A typical dog farm houses about 1,000 dogs, mostly crossbreeds, locked in small cages under poor hygienic conditions. The dogs are generally slaughtered when they reach the age of six months. A dog that weighs a five pounds at this age is sold for around $10, about half of that profit. Dog hides are sold to factories that make them into dog-fur hats, fur-lined pants and and blanket used by peasants.


St. Bernards as Food in China

In some parts of China it is becoming increasingly popular to use St. Bernard in the dogs-for-food industry. The dogs are not raised to be eaten but rather as breeding stock for dogs that grow large quickly and can be slaughtered for food. Many are crossbred with Mongolian dogs, which are prized for the leanness of their meat.

One dog farmer told AFP, "This kind of dog grows really fast, even though it eats less than two yuan (24 cents) worth of food every day, and even less if it is crossbred. And the female can give birth to 10 or 12 puppies every year." When the dogs are slaughtered at six months they weigh 100 pounds. Dog farmers are also experimenting with Newfoundlands, Great Dames and even Dalmatians.

It is not known exactly how the Chinese obtain the St. Bernards, which cost up to $1,200 a piece. Many believe they are originate in Switzerland and are purchased through Russian middlemen. Some dog farms import the frozen sperm of St. Bernards.

SOS St. Bernards International is a Geneva-based organization committed to rescuing St. Bernards in dog farms by pressuring the Chinese government. The Swiss government has expressed sympathy for their causes but has resisted taking any action on the grounds that the custom of dog-eating is a cultural matter.

Cats as Food in China

Cats are only eaten in Guangdong but not elsewhere in China. They are considered a delicacy in southern China and are sold live in markets and slaughtered fresh for customers. In Guangzhou markets you can find them in stacked metal cages alongside cages with rabbits ducks and quails and buckets with live turtles and scorpions. One cat seller told the Los Angeles Times, “You just to have to boil the cat a long time. It has a very nice, fresh taste.” [Source: Barbara Demick, Los Angeles Times , October 2009]

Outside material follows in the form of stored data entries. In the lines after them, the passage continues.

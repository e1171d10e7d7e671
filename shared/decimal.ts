/**
 * Decimal text — hours, quantities, tax rates, percentages, measurements ("1.8", "20", "0.125") —
 * read, written, compared and normalised as integers scaled by a fixed power of ten (`places`), so no
 * binary float ever touches a book time, a price factor or a reading. Money typed in major units is
 * shared/money.ts's.
 *
 * Callers disagree on two points, so each behaviour has its own name:
 * - how many digits may stand before the point: the estimate contract allows nine (decimalPattern),
 *   the catalogue any number, checked by size after parsing (hundredthsPattern, toHundredths);
 * - what happens to digits past `places`: parseScaled refuses them; truncateScaled (inspection
 *   readings, which are typed to any precision) drops them.
 */

/** Decimal places each kind of quantity may carry. Tenths of an hour are the trade's unit; hundredths are allowed. */
export const HOURS_PLACES = 2
export const QUANTITY_PLACES = 3
export const PERCENT_PLACES = 2

/** The estimate contract's form: no leading zero, at most nine digits before the point and `places` after it. */
export function decimalPattern(places: number): RegExp {
  return new RegExp(`^(0|[1-9]\\d{0,8})(\\.\\d{1,${places}})?$`)
}

/** The catalogue's form, from its forms and CSV files: no leading zero, any digits before the point, at most two after. */
export const hundredthsPattern = /^(0|[1-9]\d*)(\.\d{1,2})?$/

/** A reading as typed off a gauge: digits with an optional fraction of any length, leading zeros allowed. */
export const readingPattern = /^\d+(\.\d+)?$/

/**
 * "1.8" with 2 places → 180n. Throws on anything that is not a plain non-negative decimal with at
 * most `places` places (no leading zero, any number of digits before the point). Parsed by hand
 * because a large estimate has thousands of these and a regular expression plus BigInt(string) per
 * value was a measurable share of the time.
 */
export function parseScaled(text: string, places: number): bigint {
  let value = 0
  let fractionDigits = -1
  for (let k = 0; k < text.length; k++) {
    const c = text.charCodeAt(k)
    if (c === 46 /* . */ && fractionDigits < 0 && k > 0 && k < text.length - 1) {
      fractionDigits = 0
      continue
    }
    if (c < 48 || c > 57 || (k === 1 && text.charCodeAt(0) === 48 && c !== 46)) throw notDecimal(text, places)
    value = value * 10 + (c - 48)
    if (fractionDigits >= 0) fractionDigits++
  }
  if (text.length === 0 || fractionDigits > places) throw notDecimal(text, places)
  for (let k = Math.max(fractionDigits, 0); k < places; k++) value *= 10
  // Beyond 2^53 the digits above may have been rounded; start again exactly.
  if (!Number.isSafeInteger(value)) {
    const [whole = '', fraction = ''] = text.split('.')
    return BigInt(whole + fraction.padEnd(places, '0'))
  }
  return BigInt(value)
}

function notDecimal(text: string, places: number): RangeError {
  return new RangeError(`Not a decimal with at most ${places} places: "${text}"`)
}

/** The shortest decimal string for a non-negative scaled integer: 180n with 2 places → "1.8". */
export function formatScaled(value: bigint | number, places: number): string {
  // Most lines share nothing, so "0" is by far the most common call.
  if (value === 0 || value === 0n) return '0'
  const digits = value.toString().padStart(places + 1, '0')
  const whole = digits.slice(0, digits.length - places)
  const fraction = digits.slice(digits.length - places).replace(/0+$/, '')
  return fraction ? `${whole}.${fraction}` : whole
}

/**
 * A non-negative decimal string as a count of 10^-places units, digits past `places` dropped (not
 * rounded, not refused). For text already checked against readingPattern.
 */
export function truncateScaled(text: string, places: number): bigint {
  const [whole = '0', fraction = ''] = text.split('.')
  return BigInt(whole + fraction.padEnd(places, '0').slice(0, places))
}

/** Compares two readings to `places` places, digits past them dropped: with 6 places "0.1250001" equals "0.125". */
export function compareTruncated(a: string, b: string, places: number): -1 | 0 | 1 {
  const x = truncateScaled(a, places)
  const y = truncateScaled(b, places)
  return x < y ? -1 : x > y ? 1 : 0
}

/** Catalogue hours and percentages carry at most two places and are added as safe integers of hundredths. */
const HUNDREDTHS_PLACES = 2

/** "1.5" → 150. Throws on anything hundredthsPattern refuses, and on a value past the safe-integer range. */
export function toHundredths(text: string): number {
  const value = parseScaled(text, HUNDREDTHS_PLACES)
  if (value > BigInt(Number.MAX_SAFE_INTEGER)) throw new RangeError(`Too large: "${text}"`)
  return Number(value)
}

/** 150 → "1.5"; the shortest form, so "1.50" from a numeric column reads as "1.5". */
export function fromHundredths(value: number): string {
  if (!Number.isSafeInteger(value) || value < 0) throw new RangeError(`Not a non-negative whole number of hundredths: ${value}`)
  return formatScaled(value, HUNDREDTHS_PLACES)
}

/** PostgreSQL's numeric(…, 2) answers "1.50"; the API answers "1.5". */
export function normalizeDecimal(text: string): string {
  return fromHundredths(toHundredths(text))
}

Cat meat is said to give one a lively spirit, ward off rheumatism and be good for a man's health and libido. It is also regarded as a food that will keep you warm in winter. When asked why she eats cat meat one woman told the Los Angeles Times, “Winter is coming I need to eat something furry.”

A local government office worker told the Los Angeles Times, “Cat meat is good for women. You can eat it in the summer or winter. It is very light. Men usually prefer dog. It is like yin and yang. Cat is yin and dog is yang.” One Guangdong resident recommended the dish “Dragon Fighting Tiger,” made with snake and cat.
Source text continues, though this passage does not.